Your task: Lines holding the string "undefined": copy each one from the listing below.

══ Records for processing

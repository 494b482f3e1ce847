/**
 * Read-only calls for screening results, shared by the lease report, the exposure map, the
 * compare page and the overview (features do not import each other, so the shapes live here).
 * Shapes follow server/routes/screening.routes.ts, rivers.routes.ts and leases.routes.ts.
 */
import { keepPreviousData, queryOptions } from '@tanstack/react-query';
import type { FeatureCollection } from 'geojson';
import type { MapSettings, ZoneMap } from '#shared/schemas/closures';
import type { Lease } from '#shared/schemas/lease';
import type { River, Scenario } from '#shared/schemas/river';
import { api } from './api-client';

export interface ScreeningRow {
  leaseId: string;
  leaseCode: string;
  species: string | null;
  status: 'held' | 'candidate';
  riverId: string;
  riverName: string;
  scenarioId: string;
  scenarioName: string;
  scenarioKind: 'aep' | 'seasonal' | 'manual';
  aep: number | null;
  discharge: number;
  durationHours: number;
  footprintId: string;
  bandFractions: Record<string, number>;
  lowestSalinity: number | null;
  highestIndicator: number | null;
  daysBelowTolerance: number | null;
  rating: 'low' | 'moderate' | 'high' | 'severe';
  score: number;
  reasons: string[];
  numbers: {
    chronicLowerSalinity?: number;
    acuteLowerSalinity?: number;
    indicatorThreshold?: number;
    floodDurationDays?: number;
    exposureFraction?: number;
    reachesLease?: boolean;
    [key: string]: unknown;
  };
  modelVersion: string;
  computedAt: string;
}


export interface FootprintProperties {
  footprintId: string;
  riverId: string;
  riverName: string;
  scenarioId: string | null;
  scenarioName: string | null;
  discharge: number;
  durationHours: number;
  modelVersion: string;
  warnings: string[];
  computedAt: string;
  plume: Record<string, unknown>;
}

export type Footprint = FeatureCollection & { properties: FootprintProperties };

export const exposureKeys = {
  rivers: () =>
    queryOptions({ queryKey: ['rivers', 'list'] as const, queryFn: () => api<{ items: River[] }>('/rivers'), staleTime: 60_000 }),
  scenarios: (riverId: string) =>
    queryOptions({
      queryKey: ['rivers', riverId, 'scenarios'] as const,
      queryFn: () => api<{ items: Scenario[] }>(`/rivers/${riverId}/scenarios`),
      staleTime: 60_000,
    }),
  screenings: (filter: { leaseId?: string; riverId?: string; scenarioId?: string }) =>
    queryOptions({
      queryKey: ['screenings', filter] as const,
      queryFn: () => {
        const search = new URLSearchParams({ limit: '5000', sort: 'discharge', order: 'asc' });
        for (const [k, v] of Object.entries(filter)) if (v) search.set(k, v);
        return api<{ items: ScreeningRow[]; total: number }>(`/screenings?${search}`);
      },
      staleTime: 30_000,
    }),
  /** A footprint for a scenario, or for any flow (m³/s): the server builds it once and caches it. */
  footprint: (riverId: string, by: { scenarioId: string } | { discharge: number }) =>
    queryOptions({
      queryKey: ['footprints', riverId, by] as const,
      queryFn: () => {
        const search = new URLSearchParams({ riverId });
        if ('scenarioId' in by) search.set('scenarioId', by.scenarioId);
        else search.set('discharge', String(by.discharge));
        return api<Footprint>(`/footprints?${search}`);
      },
      staleTime: 5 * 60_000,
      placeholderData: keepPreviousData,
    }),
  /** Same key as the leases feature's detail query, so the cache is shared. */
  lease: (id: string) => queryOptions({ queryKey: ['leases', 'detail', id] as const, queryFn: () => api<Lease>(`/leases/${id}`) }),
  /** Whether a raster basemap is configured (BASEMAP_URL); null means vector layers only. */
  mapSettings: () =>
    queryOptions({ queryKey: ['map-settings'] as const, queryFn: () => api<MapSettings>('/map-settings'), staleTime: Infinity }),
  /** Closure zones of the caller's jurisdictions, with status and trigger flow. */
  zones: () =>
    queryOptions({
      queryKey: ['overview', 'zones'] as const,
      queryFn: () => api<ZoneMap>('/overview/zones'),
      staleTime: 60_000,
    }),
  /** How many leases the caller may see (decides between GeoJSON and vector tiles on the map). */
  leaseCount: () =>
    queryOptions({
      queryKey: ['leases', 'count'] as const,
      queryFn: () => api<{ total: number }>('/leases?limit=1').then((r) => r.total),
      staleTime: 60_000,
    }),
  leasesWithGeometry: () =>
    queryOptions({
      queryKey: ['leases', 'all-with-geometry'] as const,
      queryFn: () => api<{ items: Lease[]; total: number }>('/leases?withGeometry=true&limit=5000'),
      staleTime: 60_000,
    }),
  /** Land polygons of the coasts you may use (same fetch as the upload preview's, own key for the land form). */
  land: () =>
    queryOptions({
      queryKey: ['coasts', 'land'] as const,
      queryFn: () => api<FeatureCollection>('/coasts?form=land'),
      staleTime: 5 * 60_000,
    }),
  leasesBrief: () =>
    queryOptions({
      queryKey: ['leases', 'all-brief'] as const,
      queryFn: () => api<{ items: Lease[]; total: number }>('/leases?withGeometry=false&limit=5000'),
      staleTime: 60_000,
    }),
};
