/**
 * The one way the client calls the API. Errors come back as ApiError with the server's
 * message; a 401 sends the user to sign-in (except on the pages that are sign-in itself).
 */
export class ApiError extends Error {
  readonly status: number;
  readonly code: string;
  readonly details?: unknown;
  constructor(status: number, code: string, message: string, details?: unknown) {
    super(message);
    this.status = status;
    this.code = code;
    this.details = details;
  }
}

const PUBLIC_PATHS = ['/sign-in', '/sign-up', '/reset-password', '/invitation', '/status'];

function goToSignIn() {
  const here = window.location.pathname;
  if (PUBLIC_PATHS.some((p) => here.startsWith(p))) return;
  window.location.assign(`/sign-in?next=${encodeURIComponent(here + window.location.search)}`);
}

export async function api<T>(path: string, init: RequestInit & { json?: unknown } = {}): Promise<T> {
  const { json, headers, ...rest } = init;
  const response = await fetch(`/api/v1${path}`, {
    credentials: 'same-origin',
    ...rest,
    headers: { Accept: 'application/json', ...(json !== undefined ? { 'Content-Type': 'application/json' } : {}), ...headers },
    ...(json !== undefined ? { body: JSON.stringify(json) } : {}),
  });
  if (response.status === 204) return undefined as T;
  const body = await response.json().catch(() => null);
  if (!response.ok) {
    if (response.status === 401) goToSignIn();
    const error = body?.error;
    throw new ApiError(response.status, error?.code ?? 'http_error', error?.message ?? `The server answered ${response.status}.`, error?.details);
  }
  return body as T;
}
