def read_styles(path):
    """``{layer: (styleName, useAsDefault, description)}`` of the rows in ``layer_styles``."""
    con = sqlite3.connect(path)
    try:
        have = con.execute("SELECT name FROM sqlite_master WHERE type='table' AND name=?", (STYLE_TABLE,)).fetchone()
        if not have:
            return {}
        return {r[0]: (r[1], bool(r[2]), r[3]) for r in con.execute(
            'SELECT f_table_name, styleName, useAsDefault, description FROM "layer_styles" ORDER BY id')}
    finally:
        con.close()
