class MapSlipAlgorithm(SlipsenseAlgorithm):
    PLANES = "PLANES"
    CONTACTS = "CONTACTS"
    MARKER_FIELD = "MARKER_FIELD"
    PIECE_FIELD = "PIECE_FIELD"
    DEM = "DEM"
    BAND = "BAND"
    STATIONS = "STATIONS"
    STATION_FAULT_FIELD = "STATION_FAULT_FIELD"
    STATION_DIP_DIR_FIELD = "STATION_DIP_DIR_FIELD"
    STATION_DIP_FIELD = "STATION_DIP_FIELD"
    STATION_TREND_FIELD = "STATION_TREND_FIELD"
    STATION_PLUNGE_FIELD = "STATION_PLUNGE_FIELD"
    STATION_SENSE_FIELD = "STATION_SENSE_FIELD"
    STATION_RAKE_FIELD = "STATION_RAKE_FIELD"
    DISTANCE = "DISTANCE"
    REACH = "REACH"
    SIGMA_XY = "SIGMA_XY"
    SIGMA_Z = "SIGMA_Z"
    MARKER_ATTITUDES = "MARKER_ATTITUDES"
    SIGMA_ATTITUDE = "SIGMA_ATTITUDE"
    DRAWS = "DRAWS"
    SEED = "SEED"
    OUTPUT = "OUTPUT"
    OUTPUT_VECTORS = "OUTPUT_VECTORS"
    OUTPUT_FITS = "OUTPUT_FITS"

    GROUP = "Fault kinematics"
    GROUP_ID = "faultkinematics"
    SHOW_QUALITY = False
    HELP = (
        "<p>Net slip of fitted fault planes from the marker contacts mapped on both sides of their "
        "traces. For each plane, the contact pieces of each marker (bed, dyke, ...) that come within "
        "the <i>reach</i> of its trace are its cut-off pieces; their vertices within the "
        "<i>distance</i> of the trace are lifted onto the DEM (bilinear). A piece whose points lie "
        "above the fitted fault plane is in the hanging wall, below it in the footwall (on a vertical "
        "plane the hanging wall is the dip-direction side). Each marker is fitted as two parallel "
        "planes, one per side (the pooled scatter of the two sides; normal m = eigenvector of the "
        "smallest eigenvalue), and gives m·u = m·(c_HW − c_FW), c the side centroids: the "
        "separation equation of Xu et al. (2007, J. Struct. Geol. 29). Two markers with "
        "non-parallel cutoffs give the slip vector u; slip stations of the fault (slickenlines with "
        "a sense, read like <i>Fault-slip data</i>; optional) add its mean direction in the plane, "
        "with their spread as its error. A piece lying much farther from its plane than the stated "
        "errors explain — and than the other pieces — is set aside (bent, or in another block) "
        "when its side keeps another piece.</p>"
        "<p>95 % intervals come from Monte Carlo draws: the contact vertices move by <i>sigma xy</i>, "
        "the DEM is sampled again with <i>sigma z</i> added, the markers are refitted and the "
        "fault plane is tilted within its reported 95 % intervals (reproducible for a seed).</p>"
        + PLANES_HELP + STATUS_HELP +
        "<p><b>Outputs</b>: <tt>net_slip</tt> (a 3-D point on the trace near the cut-offs, with "
        "<tt>net_slip_m</tt>, <tt>rake</tt>, <tt>slip_trend</tt>/<tt>slip_plunge</tt> (the "
        "direction the hanging wall moved; plunge − when it moved up), the components and 95 % "
        "intervals, <tt>n_stations</tt>, <tt>station_rake</tt>, <tt>marker_misfit</tt>); "
        "<tt>slip_vectors</tt> (a 3-D line from the footwall piercing point of the first two markers "
        "to the hanging-wall one, or from the trace point); <tt>marker_fits</tt> (per fault and "
        "marker: the fitted attitude, the pieces used and set aside, rms and misfit ratio, the "
        "separations and the cutoff line; geometry: the contact vertices used).</p>"
    )

    def name(self):
        return "mapslip"

    def displayName(self):
        return self.tr("Net slip from mapped marker contacts")

    def initAlgorithm(self, config=None):
        add_planes_parameter(self, self.PLANES)
        self.addParameter(QgsProcessingParameterFeatureSource(
            self.CONTACTS, self.tr("Marker contacts (lines, one piece per feature)"), [SOURCE_LINE]))
        self.addParameter(QgsProcessingParameterField(
            self.MARKER_FIELD, self.tr("Marker field"), "marker_id", self.CONTACTS, FIELD_ANY))
        self.addParameter(QgsProcessingParameterField(
            self.PIECE_FIELD, self.tr("Piece id field (default: piece_id when present, else the feature id)"),
            None, self.CONTACTS, FIELD_ANY, optional=True))
        self.addParameter(QgsProcessingParameterRasterLayer(self.DEM, self.tr("DEM (elevations in metres)")))
        self.add_band(self.BAND, self.DEM)
        self.addParameter(QgsProcessingParameterFeatureSource(
            self.STATIONS, self.tr("Slip stations (points, optional)"), [SOURCE_POINT], optional=True))
        for key, label, default, kind in (
            (self.STATION_FAULT_FIELD, "Station fault field", "fault_id", FIELD_ANY),
            (self.STATION_DIP_DIR_FIELD, "Station plane dip direction field (degrees)", "dip_dir", FIELD_NUMERIC),
            (self.STATION_DIP_FIELD, "Station plane dip field (degrees)", "dip", FIELD_NUMERIC),
            (self.STATION_TREND_FIELD, "Slickenline trend field (degrees)", "trend", FIELD_NUMERIC),
            (self.STATION_PLUNGE_FIELD, "Slickenline plunge field (degrees, down)", "plunge", FIELD_NUMERIC),
            (self.STATION_SENSE_FIELD, "Sense field (normal, reverse, dextral, sinistral, ...)", "sense", FIELD_ANY),
            (self.STATION_RAKE_FIELD, "Rake field instead of trend/plunge/sense (degrees)", None, FIELD_NUMERIC),
        ):
            self.addParameter(QgsProcessingParameterField(key, self.tr(label), default, self.STATIONS, kind,
                                                          optional=True))
        self.add_number(self.DISTANCE, "Use contact vertices within this distance of the trace (m)", 1000.0,
                        minimum=1.0)
        self.add_number(self.REACH, "A piece is a cut-off piece within this distance of the trace (m)", 100.0,
                        minimum=0.1)
        self.add_number(self.SIGMA_XY, "Horizontal error of contact vertices, 1 sigma (m)", 5.0, minimum=0.0)
        self.add_number(self.SIGMA_Z, "DEM elevation error, 1 sigma (m)", 2.0, minimum=0.0)
        p = QgsProcessingParameterString(
            self.MARKER_ATTITUDES, self.tr("Given marker attitudes instead of fitting, e.g. bed_A=352/11; "
                                           "dyke_1=188/80 (dip direction/dip, degrees)"), None, False, True)
        add_flags(p, FLAG_ADVANCED)
        self.addParameter(p)
        self.add_number(self.SIGMA_ATTITUDE, "Error of given marker attitudes, 1 sigma per axis (degrees)", 2.0,
                        minimum=0.0, maximum=45.0, advanced=True)
        self.add_number(self.DRAWS, "Monte Carlo draws (0 = no intervals)", 200, minimum=0,
                        maximum=100000, integer=True, advanced=True)
        self.add_number(self.SEED, "Random seed", 0, minimum=0, integer=True, advanced=True)
        self.addParameter(QgsProcessingParameterFeatureSink(self.OUTPUT, self.tr("Net slip"), SOURCE_POINT))
        self.addParameter(QgsProcessingParameterFeatureSink(
            self.OUTPUT_VECTORS, self.tr("Slip vectors (3-D lines)"), SOURCE_LINE, None, True, False))
        self.addParameter(QgsProcessingParameterFeatureSink(
            self.OUTPUT_FITS, self.tr("Marker fits"), SOURCE_LINE, None, True, False))
        self.add_count_outputs(extra=(("N_FAULTS", "Number of faults with a result"),
                                      ("N_UNIQUE", "Number of unique solutions"),
                                      ("N_OVER_DETERMINED", "Number of over-determined solutions"),
                                      ("N_ILL_CONDITIONED", "Number of ill-conditioned solutions"),
                                      ("N_UNDER_DETERMINED", "Number of under-determined faults")),
                               quality=False)

    def compute(self, parameters, context, feedback):
        self.refuse_overwrite(parameters, context, (self.OUTPUT, self.OUTPUT_VECTORS, self.OUTPUT_FITS),
                              vector_inputs=(self.PLANES, self.CONTACTS, self.STATIONS),
                              raster_inputs=(self.DEM,))
        dem = self.parameterAsRasterLayer(parameters, self.DEM, context)
        if dem is None:
            raise QgsProcessingException(self.invalidRasterError(parameters, self.DEM))
        crs = adapter.require_crs(dem.crs(), "the DEM")
        band = self.band(parameters, self.BAND, context)
        planes = planes_source(self, parameters, self.PLANES, context)
        require_same_crs(planes, crs, "the DEM")
        contacts = self.source(parameters, self.CONTACTS, context, "the contact layer")
        adapter.require_defined_crs(contacts.sourceCrs(), "the contact layer")
        marker_field = self.parameterAsString(parameters, self.MARKER_FIELD, context) or None
        if not marker_field:
            raise QgsProcessingException("name the marker field of the contact layer (MARKER_FIELD)")
        self.require_field(contacts, marker_field, "the contact layer", self.MARKER_FIELD)
        piece_field = self.parameterAsString(parameters, self.PIECE_FIELD, context) or None
        self.require_field(contacts, piece_field, "the contact layer", self.PIECE_FIELD)
        if piece_field is None and "piece_id" in contacts.fields().names():
            piece_field = "piece_id"
        window = self.parameterAsDouble(parameters, self.DISTANCE, context)
        reach = self.parameterAsDouble(parameters, self.REACH, context)
        sigma_xy = self.parameterAsDouble(parameters, self.SIGMA_XY, context)
        sigma_z = self.parameterAsDouble(parameters, self.SIGMA_Z, context)
        draws = self.parameterAsInt(parameters, self.DRAWS, context)
        seed = self.parameterAsInt(parameters, self.SEED, context)
        given = steps.netslip.parse_marker_attitudes(
            self.parameterAsString(parameters, self.MARKER_ATTITUDES, context) or None)

        feedback.pushInfo(f"working CRS: {crs.authid() or crs.description()} (the DEM's); azimuths from its grid north")
        intervals = ("dip_lo95", "dip_hi95", "dip_dir_lo95", "dip_dir_hi95")
        pids, dip_dir, dip, centroids, _, cols = adapter.read_planes(planes, crs, context, feedback, (0.0, 5.0),
                                                                     optional=intervals)
        _, traces, _ = adapter.read_lines(planes, crs, context, feedback, None, (5.0, 10.0))
        if len(traces) != len(pids):
            raise QgsProcessingException("every plane needs its trace (line geometry) for map slip")
        pieces, marks, ids, warnings = read_contacts(contacts, crs, context, feedback, marker_field,
                                                     piece_field, (10.0, 20.0))
        stations = None
        if parameters.get(self.STATIONS) is not None:
            src = self.parameterAsSource(parameters, self.STATIONS, context)
            if src is not None:
                adapter.require_defined_crs(src.sourceCrs(), "the station layer")
                keys = [self.STATION_FAULT_FIELD, self.STATION_DIP_DIR_FIELD, self.STATION_DIP_FIELD]
                rake_field = self.parameterAsString(parameters, self.STATION_RAKE_FIELD, context) or None
                keys += [self.STATION_RAKE_FIELD] if rake_field else [
                    self.STATION_TREND_FIELD, self.STATION_PLUNGE_FIELD, self.STATION_SENSE_FIELD]
                names = {}
                for key in keys:
                    names[key] = self.parameterAsString(parameters, key, context) or None
                    if not names[key]:
                        raise QgsProcessingException(f"name the station field {key}")
                    self.require_field(src, names[key], "the station layer", key)
                fids, _, values, skipped = adapter.read_points(src, crs, context, feedback,
                                                               list(dict.fromkeys(names.values())), (20.0, 25.0))
                warnings += [f"the station layer feature {s}: no point geometry, skipped" for s in skipped]

                def nums(key):
                    return np.array([np.nan if v is None else float(v) for v in values[names[key]]], float)

                stations = {"fault": [None if v is None else str(v) for v in values[names[self.STATION_FAULT_FIELD]]],
                            "labels": [f"the station layer feature {fid}" for fid in fids],
                            "dip_dir": nums(self.STATION_DIP_DIR_FIELD), "dip": nums(self.STATION_DIP_FIELD)}
                if rake_field:
                    stations["rake"] = nums(self.STATION_RAKE_FIELD)
                else:
                    stations["trend"] = nums(self.STATION_TREND_FIELD)
                    stations["plunge"] = nums(self.STATION_PLUNGE_FIELD)
                    stations["sense"] = list(values[names[self.STATION_SENSE_FIELD]])
        allxy = np.concatenate([np.concatenate(t) for t in traces])
        margin = steps.map_slip_margin_m(adapter.raster_cell_size(dem), window, sigma_xy)
        grid = adapter.raster_window(dem, band, (*allxy.min(0), *allxy.max(0)), margin, "the fault traces",
                                     feedback)
        self.check_canceled(feedback)
        have = all(n in cols for n in intervals)
        result = steps.map_slip(
            pids, dip_dir, dip, centroids, traces, pieces, marks, ids, grid,
            dip_interval=(cols["dip_lo95"], cols["dip_hi95"]) if have else None,
            dip_dir_interval=(cols["dip_dir_lo95"], cols["dip_dir_hi95"]) if have else None,
            stations=stations, window_m=window, reach_m=reach, sigma_xy_m=sigma_xy, sigma_z_m=sigma_z,
            marker_attitudes=given,
            sigma_attitude_deg=self.parameterAsDouble(parameters, self.SIGMA_ATTITUDE, context),
            draws=draws, seed=seed, progress=self.progress(feedback, 25.0, 90.0),
        )
        self.push_warnings(feedback, warnings + result.warnings)
        out_id, n = adapter.write_table(self, parameters, self.OUTPUT, context, feedback,
                                        result.tables["net_slip"], crs)
        results = {self.OUTPUT: out_id}
        for key, name in ((self.OUTPUT_VECTORS, "slip_vectors"), (self.OUTPUT_FITS, "marker_fits")):
            if parameters.get(key) is not None:
                results[key], _ = adapter.write_table(self, parameters, key, context, feedback,
                                                      result.tables[name], crs)
        st = result.summary["status"]
        results.update(N_FAULTS=n, N_UNIQUE=st["unique"], N_OVER_DETERMINED=st["over-determined"],
                       N_ILL_CONDITIONED=st["ill-conditioned"], N_UNDER_DETERMINED=st["under-determined"])
        return results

════

Output of the task:
    headers: { Accept: 'application/json', ...(json !== undefined ? { 'Content-Type': 'application/json' } : {}), ...headers },
    ...(json !== undefined ? { body: JSON.stringify(json) } : {}),
  if (response.status === 204) return undefined as T;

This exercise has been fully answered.